Gramicci has negotiated low minimum order requirements with its dye house so that its dealers can order as few as six pieces of a particular style and color at a time.  This will allow small independent dealers to reorder up to 10 or 15 times a year, Weening said.


 “We can help them stimulate the sales floor by helping with the visual side of merchandising,” said Weening.  “That is what we are trying to encourage the outdoor industry to do, because we need to be more nimble and quick to responding to consumers rather than bringing in product twice and crossing our fingers in hope they will buy it. We are increasing their flexibility and ability to capitalize on fast-selling items and replenish into colors that are selling.”

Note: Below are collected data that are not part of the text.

using Partwise.Core.Screening;
using Partwise.Core.Tests.Support;

namespace Partwise.Core.Tests.Screening;

public class ChiSquareTests
{
    // NIST/SEMATECH e-Handbook of Statistical Methods, table 1.3.6.7.4 "Critical Values of the Chi-Square
    // Distribution", upper-tail critical values χ²(1 − α; ν), printed to 3 decimals. From the NIST table, from memory
    // (each also checked against scipy.stats.chi2.ppf below).
    [Theory]
    [InlineData(1, 0.10, 2.706)]
    [InlineData(1, 0.05, 3.841)]
    [InlineData(1, 0.025, 5.024)]
    [InlineData(1, 0.01, 6.635)]
    [InlineData(1, 0.001, 10.828)]
    [InlineData(2, 0.05, 5.991)]
    [InlineData(2, 0.025, 7.378)]
    [InlineData(2, 0.001, 13.816)]
    [InlineData(3, 0.025, 9.348)]
    [InlineData(5, 0.05, 11.070)]
    [InlineData(5, 0.025, 12.833)]
    [InlineData(5, 0.01, 15.086)]
    [InlineData(9, 0.10, 14.684)]
    [InlineData(9, 0.05, 16.919)]
    [InlineData(9, 0.025, 19.023)]
    [InlineData(9, 0.01, 21.666)]
    [InlineData(9, 0.001, 27.877)]
    [InlineData(10, 0.05, 18.307)]
    [InlineData(10, 0.025, 20.483)]
    [InlineData(10, 0.001, 29.588)]
    public void UpperCriticalValuesMatchTheNistTable(int degreesOfFreedom, double alpha, double table)
    {
        Tolerance.Close(table, ChiSquare.Quantile(1 - alpha, degreesOfFreedom), abs: 5e-4, rel: 0, what: $"χ²({1 - alpha}; {degreesOfFreedom})");
    }

    // The same table's lower-tail critical values χ²(α; ν) for ν = 10 (from the NIST table, from memory).
    [Theory]
    [InlineData(0.10, 4.865)]
    [InlineData(0.05, 3.940)]
    [InlineData(0.025, 3.247)]
    [InlineData(0.01, 2.558)]
    [InlineData(0.001, 1.479)]
    public void LowerCriticalValuesMatchTheNistTable(double alpha, double table)
    {
        Tolerance.Close(table, ChiSquare.Quantile(alpha, 10), abs: 5e-4, rel: 0);
    }

    [NeedsPythonFact]
    public void QuantilesAndUpperTailsAgreeWithScipy()
    {
        int[] dfs = [1, 2, 3, 5, 7, 9, 10, 20, 49];
        double[] probabilities = [0.001, 0.025, 0.1, 0.5, 0.9, 0.975, 0.99, 0.999, 0.999999];
        double[] statistics = [0.01, 0.5, 3, 10, 19.023, 40, 80, 200];
        var reference = PythonReference.Run(
            """
            import json, sys
            from scipy.stats import chi2
            d = json.load(sys.stdin)
            print(json.dumps({
                'ppf': [[float(chi2.ppf(q, k)) for q in d['q']] for k in d['k']],
                'sf': [[float(chi2.sf(x, k)) for x in d['x']] for k in d['k']],
            }))
            """,
            new { k = dfs, q = probabilities, x = statistics });
        for (var a = 0; a < dfs.Length; a++)
        {
            var ppf = reference.GetProperty("ppf")[a];
            var sf = reference.GetProperty("sf")[a];
            for (var b = 0; b < probabilities.Length; b++)
            {
                Tolerance.Close(ppf[b].GetDouble(), ChiSquare.Quantile(probabilities[b], dfs[a]), abs: 1e-12, rel: 1e-9, what: $"ppf({probabilities[b]}; {dfs[a]})");
            }

            for (var b = 0; b < statistics.Length; b++)
            {
                // Relative agreement also deep in the tail (sf down to ~1e-40), which 1 − CDF would lose.
                Tolerance.Close(sf[b].GetDouble(), ChiSquare.UpperTail(statistics[b], dfs[a]), abs: 1e-300, rel: 1e-9, what: $"sf({statistics[b]}; {dfs[a]})");
            }
        }
    }

    [Fact]
    public void UpperTailIsOneAtZeroAndZeroFarOutNeverNaN()
    {
        Assert.Equal(1, ChiSquare.UpperTail(0, 4));
        Assert.Equal(0, ChiSquare.UpperTail(double.PositiveInfinity, 4));
        var far = ChiSquare.UpperTail(1e6, 4);
        Assert.False(double.IsNaN(far));
        Assert.InRange(far, 0, 1e-300);
    }

    [Theory]
    [InlineData(0)]
    [InlineData(1)]
    [InlineData(-0.5)]
    [InlineData(double.NaN)]
    public void QuantileOutsideTheOpenUnitIntervalIsRefused(double probability)
    {
        Assert.Throws<ArgumentOutOfRangeException>(() => ChiSquare.Quantile(probability, 3));
    }
}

The planned potential reward for Gramicci is 20% increase in sales of GRP items and an increase in total sales of 3% to 5%. The risk is that not enough reps and dealers will be willing to change their purchasing behavior to take advantage of the program or will simply shift their open to buy money elsewhere. So far, however, Spring 2011 bookings are up in the high teens, Weening said.


That’s no surprise to Ritchie Sayner, vice president of development at RMSA, a retail consulting firm.


“Most retailers that we talk to would much rather pay several small invoices on a regular basis than one or two huge ones,” said Sayner, who works with several outdoor specialty retailers.  “Fresh merchandise translates into more traffic, higher sales, stronger cash flow, faster turn and better margins. No one comes into a store asking to see what came in last year or last season. New goods drive sales.  What the outdoor industry is beginning to learn (slowly I might add) is that you can actually sell more with less.  What a novel concept.” 


At Guyot Designs in Vermont, the decision to bring some injection molding back from Asia was about improving fulfillment to dealers while restoring sanity to an increasingly frenetic work life. In 2007, the company had to spend $300,000 on air freight to rush deliveries to the United States because of late deliveries by Chinese factories struggling to find workers. It ended up moving much of its operations to a factory in Taiwan in 2008.


“Sometimes when we were manufacturing in China there was 30 days of production, 30 days on the ocean and then the labor delays,” noted Josh Guyot, the company’s founder/designer. “We could have capital out there 120 days.”


In late 2009, the company brought production of its Squishy pet bowls back to New York, where it found supply companies for the pharmaceutical industry that could turn dealer orders in 15 days. Guyot Designs has since redesigned the Fireflye – a cap that converts most plastic water bottles into lanterns – so it can be manufactured in Maine and is evaluating whether to bring  production of more of its Squishy line, plastic utensils and other products that don’t require assembly to New York.


The company will keep significant production in Asia to cater to international customers and remain competitive on large domestic accounts.


Sporting goods executives say national specialty chains like REI, Gander Mountain and Cabela’s understand the benefits of rapidly turning over inventory. The challenge is persuading independent retailers of its virtues.


“If it’s selling in the first two weeks they are on the phone reordering it and those are the guys who are growing their businesses,” said Weening. “The irony is that the people who should be doing it are small independents.”